(What to produce) In the records below, find the line with "0, left, z->im[1]);" and the line with "lbr_zoom **out);"; return exactly those lines and every line between them.

(The data)
++++++++

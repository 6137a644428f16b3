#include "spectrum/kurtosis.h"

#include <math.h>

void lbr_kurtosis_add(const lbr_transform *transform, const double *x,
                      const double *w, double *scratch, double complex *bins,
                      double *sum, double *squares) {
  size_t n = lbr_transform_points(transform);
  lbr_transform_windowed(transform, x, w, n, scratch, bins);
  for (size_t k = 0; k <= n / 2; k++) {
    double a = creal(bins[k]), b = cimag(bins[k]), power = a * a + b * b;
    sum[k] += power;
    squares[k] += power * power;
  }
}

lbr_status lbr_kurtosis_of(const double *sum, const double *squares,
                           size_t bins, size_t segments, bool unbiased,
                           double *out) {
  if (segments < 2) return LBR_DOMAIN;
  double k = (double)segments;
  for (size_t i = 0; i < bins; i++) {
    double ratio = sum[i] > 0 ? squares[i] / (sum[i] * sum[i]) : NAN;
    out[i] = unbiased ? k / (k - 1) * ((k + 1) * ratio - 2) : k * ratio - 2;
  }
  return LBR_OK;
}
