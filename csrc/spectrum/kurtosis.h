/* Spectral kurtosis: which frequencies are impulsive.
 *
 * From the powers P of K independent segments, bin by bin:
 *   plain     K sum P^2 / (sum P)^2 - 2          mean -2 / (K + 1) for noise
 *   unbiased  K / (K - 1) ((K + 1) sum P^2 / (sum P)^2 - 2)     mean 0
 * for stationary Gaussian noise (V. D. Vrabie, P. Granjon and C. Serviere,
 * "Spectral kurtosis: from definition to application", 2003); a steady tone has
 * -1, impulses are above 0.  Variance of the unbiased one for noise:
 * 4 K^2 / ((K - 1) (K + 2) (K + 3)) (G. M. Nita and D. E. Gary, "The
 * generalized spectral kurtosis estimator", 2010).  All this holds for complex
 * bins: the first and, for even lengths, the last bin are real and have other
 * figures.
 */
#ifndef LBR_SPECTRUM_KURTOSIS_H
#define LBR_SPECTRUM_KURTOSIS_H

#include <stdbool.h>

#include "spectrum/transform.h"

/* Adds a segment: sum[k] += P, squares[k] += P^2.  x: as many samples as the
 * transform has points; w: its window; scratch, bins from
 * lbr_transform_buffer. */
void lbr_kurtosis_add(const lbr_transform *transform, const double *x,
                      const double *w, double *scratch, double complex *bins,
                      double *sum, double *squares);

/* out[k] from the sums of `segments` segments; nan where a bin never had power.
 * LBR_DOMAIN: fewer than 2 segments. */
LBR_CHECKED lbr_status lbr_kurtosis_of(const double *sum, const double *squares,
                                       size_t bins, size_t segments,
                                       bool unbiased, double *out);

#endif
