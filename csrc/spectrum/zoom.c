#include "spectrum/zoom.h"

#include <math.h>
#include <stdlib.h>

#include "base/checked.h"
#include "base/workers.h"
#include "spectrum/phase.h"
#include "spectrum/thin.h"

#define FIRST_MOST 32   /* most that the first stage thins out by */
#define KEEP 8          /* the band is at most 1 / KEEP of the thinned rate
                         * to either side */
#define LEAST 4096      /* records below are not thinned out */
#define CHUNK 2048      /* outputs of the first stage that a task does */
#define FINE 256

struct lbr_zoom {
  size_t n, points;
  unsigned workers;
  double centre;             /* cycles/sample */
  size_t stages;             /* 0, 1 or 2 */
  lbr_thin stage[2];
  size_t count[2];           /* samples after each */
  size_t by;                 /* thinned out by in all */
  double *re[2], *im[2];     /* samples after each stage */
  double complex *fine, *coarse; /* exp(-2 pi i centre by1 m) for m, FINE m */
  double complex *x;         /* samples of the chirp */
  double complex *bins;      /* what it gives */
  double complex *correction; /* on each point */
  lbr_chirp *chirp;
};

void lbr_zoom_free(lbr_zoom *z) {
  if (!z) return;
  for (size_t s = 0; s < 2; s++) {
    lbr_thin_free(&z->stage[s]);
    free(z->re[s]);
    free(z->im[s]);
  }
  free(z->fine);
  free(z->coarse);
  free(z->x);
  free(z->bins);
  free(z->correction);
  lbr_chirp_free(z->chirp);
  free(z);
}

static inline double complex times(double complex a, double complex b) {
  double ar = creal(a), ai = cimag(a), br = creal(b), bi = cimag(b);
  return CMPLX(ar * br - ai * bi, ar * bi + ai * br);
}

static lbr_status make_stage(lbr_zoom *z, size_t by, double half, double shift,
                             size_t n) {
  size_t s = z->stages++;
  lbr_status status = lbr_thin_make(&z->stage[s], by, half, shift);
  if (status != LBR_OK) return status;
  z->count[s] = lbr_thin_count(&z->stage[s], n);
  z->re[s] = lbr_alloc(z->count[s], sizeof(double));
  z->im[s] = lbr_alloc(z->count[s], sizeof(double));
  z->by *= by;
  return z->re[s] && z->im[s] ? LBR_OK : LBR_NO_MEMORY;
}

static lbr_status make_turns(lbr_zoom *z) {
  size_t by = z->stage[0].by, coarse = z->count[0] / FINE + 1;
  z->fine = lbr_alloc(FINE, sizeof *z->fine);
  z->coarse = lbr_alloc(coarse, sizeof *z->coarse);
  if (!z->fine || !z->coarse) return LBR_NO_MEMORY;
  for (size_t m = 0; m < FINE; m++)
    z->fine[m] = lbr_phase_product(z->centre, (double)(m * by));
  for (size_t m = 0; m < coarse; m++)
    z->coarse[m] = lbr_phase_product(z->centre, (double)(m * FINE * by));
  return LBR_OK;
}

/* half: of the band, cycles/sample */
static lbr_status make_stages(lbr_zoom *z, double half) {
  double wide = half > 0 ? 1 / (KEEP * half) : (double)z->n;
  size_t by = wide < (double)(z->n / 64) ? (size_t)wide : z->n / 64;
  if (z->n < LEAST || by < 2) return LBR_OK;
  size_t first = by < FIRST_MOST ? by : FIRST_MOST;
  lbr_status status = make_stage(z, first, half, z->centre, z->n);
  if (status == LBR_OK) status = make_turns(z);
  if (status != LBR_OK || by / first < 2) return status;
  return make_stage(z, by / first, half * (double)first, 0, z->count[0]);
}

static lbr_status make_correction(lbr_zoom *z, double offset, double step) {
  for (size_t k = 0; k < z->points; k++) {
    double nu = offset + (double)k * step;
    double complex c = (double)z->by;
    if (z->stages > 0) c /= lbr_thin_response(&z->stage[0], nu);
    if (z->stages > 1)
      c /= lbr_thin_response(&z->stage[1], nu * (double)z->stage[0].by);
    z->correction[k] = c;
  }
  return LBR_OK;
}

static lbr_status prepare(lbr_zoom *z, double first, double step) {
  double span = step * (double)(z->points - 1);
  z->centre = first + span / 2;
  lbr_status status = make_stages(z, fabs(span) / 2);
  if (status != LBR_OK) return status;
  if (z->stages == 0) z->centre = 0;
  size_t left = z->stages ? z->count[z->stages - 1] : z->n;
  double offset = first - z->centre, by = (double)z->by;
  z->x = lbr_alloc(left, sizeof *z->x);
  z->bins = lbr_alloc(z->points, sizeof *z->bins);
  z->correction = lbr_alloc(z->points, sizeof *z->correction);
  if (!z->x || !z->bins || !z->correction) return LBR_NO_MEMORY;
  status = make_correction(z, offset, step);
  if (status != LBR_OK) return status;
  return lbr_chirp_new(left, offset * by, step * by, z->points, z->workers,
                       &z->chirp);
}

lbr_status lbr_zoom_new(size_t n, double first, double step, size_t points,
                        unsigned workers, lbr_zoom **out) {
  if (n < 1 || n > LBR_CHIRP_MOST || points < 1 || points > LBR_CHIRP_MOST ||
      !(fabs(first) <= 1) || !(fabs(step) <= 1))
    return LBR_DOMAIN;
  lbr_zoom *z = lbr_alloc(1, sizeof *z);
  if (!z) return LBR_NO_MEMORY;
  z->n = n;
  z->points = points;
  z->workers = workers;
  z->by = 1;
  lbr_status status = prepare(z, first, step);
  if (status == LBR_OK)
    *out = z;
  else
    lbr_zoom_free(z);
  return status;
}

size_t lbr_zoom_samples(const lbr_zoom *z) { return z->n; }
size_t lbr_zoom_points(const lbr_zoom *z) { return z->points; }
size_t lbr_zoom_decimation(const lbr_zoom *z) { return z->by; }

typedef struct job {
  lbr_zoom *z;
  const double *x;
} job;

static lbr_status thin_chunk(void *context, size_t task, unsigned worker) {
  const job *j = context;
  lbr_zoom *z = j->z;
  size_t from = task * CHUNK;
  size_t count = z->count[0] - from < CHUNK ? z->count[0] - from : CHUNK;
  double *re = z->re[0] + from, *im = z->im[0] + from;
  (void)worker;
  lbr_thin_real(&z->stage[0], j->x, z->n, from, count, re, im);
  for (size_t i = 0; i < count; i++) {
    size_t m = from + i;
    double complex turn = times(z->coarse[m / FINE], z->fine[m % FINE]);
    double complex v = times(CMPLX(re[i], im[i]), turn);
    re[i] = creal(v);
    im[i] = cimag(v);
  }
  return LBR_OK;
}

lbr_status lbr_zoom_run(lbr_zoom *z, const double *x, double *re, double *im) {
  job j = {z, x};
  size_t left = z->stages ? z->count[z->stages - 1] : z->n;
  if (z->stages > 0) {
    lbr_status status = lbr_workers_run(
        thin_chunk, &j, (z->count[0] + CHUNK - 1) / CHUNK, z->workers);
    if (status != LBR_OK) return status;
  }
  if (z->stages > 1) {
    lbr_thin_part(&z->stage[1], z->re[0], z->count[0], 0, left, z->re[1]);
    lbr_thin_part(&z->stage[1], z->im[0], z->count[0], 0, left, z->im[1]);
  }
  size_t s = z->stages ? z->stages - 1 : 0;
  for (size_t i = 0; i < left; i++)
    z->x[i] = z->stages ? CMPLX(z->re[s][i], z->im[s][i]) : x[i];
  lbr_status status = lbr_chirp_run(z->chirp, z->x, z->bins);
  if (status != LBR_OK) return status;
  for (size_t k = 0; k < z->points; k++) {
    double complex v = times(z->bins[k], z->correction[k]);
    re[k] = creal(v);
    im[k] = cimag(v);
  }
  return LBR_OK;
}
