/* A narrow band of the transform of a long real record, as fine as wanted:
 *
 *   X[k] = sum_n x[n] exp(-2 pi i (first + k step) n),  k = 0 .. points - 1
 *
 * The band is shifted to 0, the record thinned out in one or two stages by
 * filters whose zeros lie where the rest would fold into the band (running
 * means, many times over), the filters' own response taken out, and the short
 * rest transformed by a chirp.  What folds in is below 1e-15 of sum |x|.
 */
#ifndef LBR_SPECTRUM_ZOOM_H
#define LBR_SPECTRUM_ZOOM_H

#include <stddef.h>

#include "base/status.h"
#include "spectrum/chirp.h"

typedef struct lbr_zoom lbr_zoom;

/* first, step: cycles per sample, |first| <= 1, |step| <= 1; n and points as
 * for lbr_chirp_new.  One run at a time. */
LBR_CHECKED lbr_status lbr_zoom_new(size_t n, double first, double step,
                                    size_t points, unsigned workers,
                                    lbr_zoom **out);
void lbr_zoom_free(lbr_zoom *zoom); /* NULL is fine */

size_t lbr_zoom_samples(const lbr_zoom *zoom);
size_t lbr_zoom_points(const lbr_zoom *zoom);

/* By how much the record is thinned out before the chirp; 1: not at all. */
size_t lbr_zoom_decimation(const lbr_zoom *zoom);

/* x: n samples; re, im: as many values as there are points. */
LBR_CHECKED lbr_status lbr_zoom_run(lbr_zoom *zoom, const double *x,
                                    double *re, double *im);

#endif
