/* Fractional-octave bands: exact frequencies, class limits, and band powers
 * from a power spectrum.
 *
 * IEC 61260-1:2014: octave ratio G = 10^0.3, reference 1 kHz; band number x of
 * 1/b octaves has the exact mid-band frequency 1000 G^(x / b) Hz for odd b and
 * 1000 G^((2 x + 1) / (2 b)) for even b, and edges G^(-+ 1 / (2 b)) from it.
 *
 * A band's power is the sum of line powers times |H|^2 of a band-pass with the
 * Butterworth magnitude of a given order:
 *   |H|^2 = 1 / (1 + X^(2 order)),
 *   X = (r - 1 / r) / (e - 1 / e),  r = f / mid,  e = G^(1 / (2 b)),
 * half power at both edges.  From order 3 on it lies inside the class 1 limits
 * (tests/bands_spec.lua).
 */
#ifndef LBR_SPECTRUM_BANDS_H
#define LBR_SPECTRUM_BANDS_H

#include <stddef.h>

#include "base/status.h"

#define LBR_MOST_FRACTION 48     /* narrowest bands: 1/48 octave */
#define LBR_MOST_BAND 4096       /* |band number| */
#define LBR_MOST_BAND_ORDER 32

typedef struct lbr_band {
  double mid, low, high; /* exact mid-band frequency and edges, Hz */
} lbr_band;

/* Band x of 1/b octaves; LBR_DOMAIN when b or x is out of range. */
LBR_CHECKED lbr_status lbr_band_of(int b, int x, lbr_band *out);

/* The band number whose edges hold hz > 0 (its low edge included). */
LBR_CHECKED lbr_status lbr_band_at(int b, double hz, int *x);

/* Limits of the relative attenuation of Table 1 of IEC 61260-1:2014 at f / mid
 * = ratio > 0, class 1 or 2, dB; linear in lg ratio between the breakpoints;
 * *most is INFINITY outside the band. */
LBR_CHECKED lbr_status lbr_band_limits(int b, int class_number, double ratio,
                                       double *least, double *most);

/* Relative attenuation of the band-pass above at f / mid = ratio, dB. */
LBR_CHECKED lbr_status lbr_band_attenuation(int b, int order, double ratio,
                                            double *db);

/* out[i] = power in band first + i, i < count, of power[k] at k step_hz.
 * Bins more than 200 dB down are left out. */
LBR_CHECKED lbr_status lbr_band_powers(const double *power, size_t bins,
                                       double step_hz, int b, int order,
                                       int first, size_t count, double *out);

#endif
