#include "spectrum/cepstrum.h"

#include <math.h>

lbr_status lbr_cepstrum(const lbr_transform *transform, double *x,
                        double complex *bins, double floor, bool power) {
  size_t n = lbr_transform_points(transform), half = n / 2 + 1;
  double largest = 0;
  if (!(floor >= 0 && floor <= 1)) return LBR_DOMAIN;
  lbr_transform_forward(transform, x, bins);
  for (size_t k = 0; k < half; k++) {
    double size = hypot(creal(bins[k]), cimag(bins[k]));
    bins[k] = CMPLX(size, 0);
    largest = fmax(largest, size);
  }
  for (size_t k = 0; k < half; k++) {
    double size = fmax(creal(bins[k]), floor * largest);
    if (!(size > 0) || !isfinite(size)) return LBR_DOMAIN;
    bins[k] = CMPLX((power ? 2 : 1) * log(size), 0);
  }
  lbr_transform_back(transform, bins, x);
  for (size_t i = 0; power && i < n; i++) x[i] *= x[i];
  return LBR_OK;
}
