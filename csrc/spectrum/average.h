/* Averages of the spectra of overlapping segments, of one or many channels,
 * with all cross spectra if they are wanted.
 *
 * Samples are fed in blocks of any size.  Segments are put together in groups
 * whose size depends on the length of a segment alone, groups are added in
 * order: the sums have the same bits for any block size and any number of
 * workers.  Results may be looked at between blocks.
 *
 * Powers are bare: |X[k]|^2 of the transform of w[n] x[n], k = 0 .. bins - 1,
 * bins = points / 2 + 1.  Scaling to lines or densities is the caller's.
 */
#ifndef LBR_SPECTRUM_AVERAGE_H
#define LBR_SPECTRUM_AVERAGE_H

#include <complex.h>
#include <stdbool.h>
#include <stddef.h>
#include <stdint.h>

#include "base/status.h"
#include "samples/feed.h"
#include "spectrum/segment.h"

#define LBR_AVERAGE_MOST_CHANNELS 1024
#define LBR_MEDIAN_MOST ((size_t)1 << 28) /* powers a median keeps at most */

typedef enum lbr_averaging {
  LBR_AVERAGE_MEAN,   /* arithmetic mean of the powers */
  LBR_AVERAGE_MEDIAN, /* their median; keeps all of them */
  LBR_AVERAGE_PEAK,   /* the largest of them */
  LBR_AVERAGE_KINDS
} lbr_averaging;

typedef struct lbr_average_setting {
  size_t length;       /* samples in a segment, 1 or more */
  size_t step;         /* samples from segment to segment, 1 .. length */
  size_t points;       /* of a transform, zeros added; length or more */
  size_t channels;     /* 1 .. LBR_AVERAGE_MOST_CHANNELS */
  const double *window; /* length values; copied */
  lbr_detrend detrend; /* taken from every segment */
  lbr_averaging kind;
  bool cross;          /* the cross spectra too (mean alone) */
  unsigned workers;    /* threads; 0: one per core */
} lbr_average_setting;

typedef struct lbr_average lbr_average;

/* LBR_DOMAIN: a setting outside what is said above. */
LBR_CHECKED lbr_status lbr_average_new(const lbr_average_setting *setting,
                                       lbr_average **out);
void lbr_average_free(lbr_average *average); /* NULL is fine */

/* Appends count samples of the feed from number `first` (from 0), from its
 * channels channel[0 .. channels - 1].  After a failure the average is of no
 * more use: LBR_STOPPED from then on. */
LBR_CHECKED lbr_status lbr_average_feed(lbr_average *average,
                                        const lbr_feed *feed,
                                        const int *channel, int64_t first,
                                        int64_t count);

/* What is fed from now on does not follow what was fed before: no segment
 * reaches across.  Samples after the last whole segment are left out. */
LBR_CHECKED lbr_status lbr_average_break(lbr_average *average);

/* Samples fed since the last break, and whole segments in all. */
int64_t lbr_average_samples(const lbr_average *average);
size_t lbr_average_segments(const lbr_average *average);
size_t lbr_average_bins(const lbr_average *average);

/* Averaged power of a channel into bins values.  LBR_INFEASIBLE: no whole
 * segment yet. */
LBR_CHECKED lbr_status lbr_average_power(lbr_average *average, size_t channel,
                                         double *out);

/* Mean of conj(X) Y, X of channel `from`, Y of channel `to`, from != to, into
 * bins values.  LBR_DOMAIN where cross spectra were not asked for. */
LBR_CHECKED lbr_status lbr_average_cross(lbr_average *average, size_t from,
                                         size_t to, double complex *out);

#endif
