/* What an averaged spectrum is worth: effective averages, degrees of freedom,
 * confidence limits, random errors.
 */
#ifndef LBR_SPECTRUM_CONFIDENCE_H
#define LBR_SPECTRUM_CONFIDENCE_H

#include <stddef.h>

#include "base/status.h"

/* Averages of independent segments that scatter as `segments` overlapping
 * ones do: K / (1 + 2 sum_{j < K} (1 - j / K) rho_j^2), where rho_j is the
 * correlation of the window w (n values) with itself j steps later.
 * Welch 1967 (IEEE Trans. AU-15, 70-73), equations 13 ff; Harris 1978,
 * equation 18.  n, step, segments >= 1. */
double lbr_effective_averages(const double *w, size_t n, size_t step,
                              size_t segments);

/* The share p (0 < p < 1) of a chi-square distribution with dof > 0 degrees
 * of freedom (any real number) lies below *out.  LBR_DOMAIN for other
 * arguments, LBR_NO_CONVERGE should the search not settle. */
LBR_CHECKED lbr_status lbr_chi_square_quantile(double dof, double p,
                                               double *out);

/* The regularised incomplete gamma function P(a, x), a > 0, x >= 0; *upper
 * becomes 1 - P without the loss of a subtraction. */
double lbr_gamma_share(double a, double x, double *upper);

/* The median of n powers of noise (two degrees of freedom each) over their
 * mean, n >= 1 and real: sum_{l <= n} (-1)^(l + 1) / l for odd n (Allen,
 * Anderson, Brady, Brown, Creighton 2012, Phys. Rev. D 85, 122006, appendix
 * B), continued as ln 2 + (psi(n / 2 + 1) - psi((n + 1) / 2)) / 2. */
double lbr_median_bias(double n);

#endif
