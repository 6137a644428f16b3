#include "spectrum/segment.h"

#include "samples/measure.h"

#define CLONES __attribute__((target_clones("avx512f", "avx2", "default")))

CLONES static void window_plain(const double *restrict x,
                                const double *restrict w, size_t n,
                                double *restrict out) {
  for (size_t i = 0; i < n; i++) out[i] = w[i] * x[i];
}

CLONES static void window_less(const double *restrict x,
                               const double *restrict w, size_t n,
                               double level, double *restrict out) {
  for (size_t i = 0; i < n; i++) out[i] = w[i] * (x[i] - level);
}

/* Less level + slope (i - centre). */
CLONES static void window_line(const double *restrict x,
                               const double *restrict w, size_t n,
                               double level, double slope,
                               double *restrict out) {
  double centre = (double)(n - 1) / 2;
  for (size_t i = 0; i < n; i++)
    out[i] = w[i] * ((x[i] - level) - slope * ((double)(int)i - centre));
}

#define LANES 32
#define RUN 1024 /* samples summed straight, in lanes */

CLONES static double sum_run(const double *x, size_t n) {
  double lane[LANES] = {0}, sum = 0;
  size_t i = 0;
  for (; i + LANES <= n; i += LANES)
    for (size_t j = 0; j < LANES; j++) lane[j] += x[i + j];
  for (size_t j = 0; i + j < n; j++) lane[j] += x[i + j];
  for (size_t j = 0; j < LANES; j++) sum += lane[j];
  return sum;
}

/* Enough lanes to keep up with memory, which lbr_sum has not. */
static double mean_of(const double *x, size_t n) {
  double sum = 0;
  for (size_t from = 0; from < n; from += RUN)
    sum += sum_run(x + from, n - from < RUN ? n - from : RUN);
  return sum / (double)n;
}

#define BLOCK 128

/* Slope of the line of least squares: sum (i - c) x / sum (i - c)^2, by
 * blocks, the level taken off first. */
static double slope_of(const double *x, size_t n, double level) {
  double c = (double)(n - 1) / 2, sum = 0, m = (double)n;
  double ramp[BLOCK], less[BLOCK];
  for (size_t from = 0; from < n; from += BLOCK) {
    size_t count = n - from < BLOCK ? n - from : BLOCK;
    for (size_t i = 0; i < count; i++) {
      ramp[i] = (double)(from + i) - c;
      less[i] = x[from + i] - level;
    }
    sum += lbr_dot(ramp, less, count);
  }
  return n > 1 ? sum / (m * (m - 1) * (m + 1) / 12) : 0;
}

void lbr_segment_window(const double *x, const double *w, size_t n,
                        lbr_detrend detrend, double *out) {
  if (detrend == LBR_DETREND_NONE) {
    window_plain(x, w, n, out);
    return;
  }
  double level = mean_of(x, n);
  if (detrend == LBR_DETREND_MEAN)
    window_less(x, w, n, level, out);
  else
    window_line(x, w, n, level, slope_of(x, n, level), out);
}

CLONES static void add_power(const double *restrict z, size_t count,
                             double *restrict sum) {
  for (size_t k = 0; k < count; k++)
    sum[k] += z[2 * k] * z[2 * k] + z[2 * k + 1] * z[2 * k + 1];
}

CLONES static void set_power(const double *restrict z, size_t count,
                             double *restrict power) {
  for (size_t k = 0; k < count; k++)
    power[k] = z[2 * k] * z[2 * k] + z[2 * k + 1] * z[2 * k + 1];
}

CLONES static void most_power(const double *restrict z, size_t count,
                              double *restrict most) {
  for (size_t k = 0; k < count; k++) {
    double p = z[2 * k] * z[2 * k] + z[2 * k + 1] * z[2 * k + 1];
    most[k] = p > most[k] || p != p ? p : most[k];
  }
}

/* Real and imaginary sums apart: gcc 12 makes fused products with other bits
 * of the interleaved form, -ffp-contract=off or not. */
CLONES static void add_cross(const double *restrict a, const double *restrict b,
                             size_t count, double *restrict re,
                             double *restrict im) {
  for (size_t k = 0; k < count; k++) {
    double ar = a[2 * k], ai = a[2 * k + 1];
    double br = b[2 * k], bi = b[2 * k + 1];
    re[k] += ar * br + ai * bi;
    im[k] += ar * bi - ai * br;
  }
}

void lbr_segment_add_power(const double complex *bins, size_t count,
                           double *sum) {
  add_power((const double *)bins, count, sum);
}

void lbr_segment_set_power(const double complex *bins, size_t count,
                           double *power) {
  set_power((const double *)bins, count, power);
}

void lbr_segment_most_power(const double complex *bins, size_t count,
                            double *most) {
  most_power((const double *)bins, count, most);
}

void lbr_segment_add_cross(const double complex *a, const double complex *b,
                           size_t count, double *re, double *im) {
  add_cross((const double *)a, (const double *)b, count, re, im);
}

++++++++

(Response)
    lbr_thin_part(&z->stage[1], z->im[0], z->count[0], 0, left, z->im[1]);
  }
  size_t s = z->stages ? z->stages - 1 : 0;
  for (size_t i = 0; i < left; i++)
    z->x[i] = z->stages ? CMPLX(z->re[s][i], z->im[s][i]) : x[i];
  lbr_status status = lbr_chirp_run(z->chirp, z->x, z->bins);
  if (status != LBR_OK) return status;
  for (size_t k = 0; k < z->points; k++) {
    double complex v = times(z->bins[k], z->correction[k]);
    re[k] = creal(v);
    im[k] = cimag(v);
  }
  return LBR_OK;
}
/* A narrow band of the transform of a long real record, as fine as wanted:
 *
 *   X[k] = sum_n x[n] exp(-2 pi i (first + k step) n),  k = 0 .. points - 1
 *
 * The band is shifted to 0, the record thinned out in one or two stages by
 * filters whose zeros lie where the rest would fold into the band (running
 * means, many times over), the filters' own response taken out, and the short
 * rest transformed by a chirp.  What folds in is below 1e-15 of sum |x|.
 */
#ifndef LBR_SPECTRUM_ZOOM_H
#define LBR_SPECTRUM_ZOOM_H

#include <stddef.h>

#include "base/status.h"
#include "spectrum/chirp.h"

typedef struct lbr_zoom lbr_zoom;

/* first, step: cycles per sample, |first| <= 1, |step| <= 1; n and points as
 * for lbr_chirp_new.  One run at a time. */
LBR_CHECKED lbr_status lbr_zoom_new(size_t n, double first, double step,
                                    size_t points, unsigned workers,
                                    lbr_zoom **out);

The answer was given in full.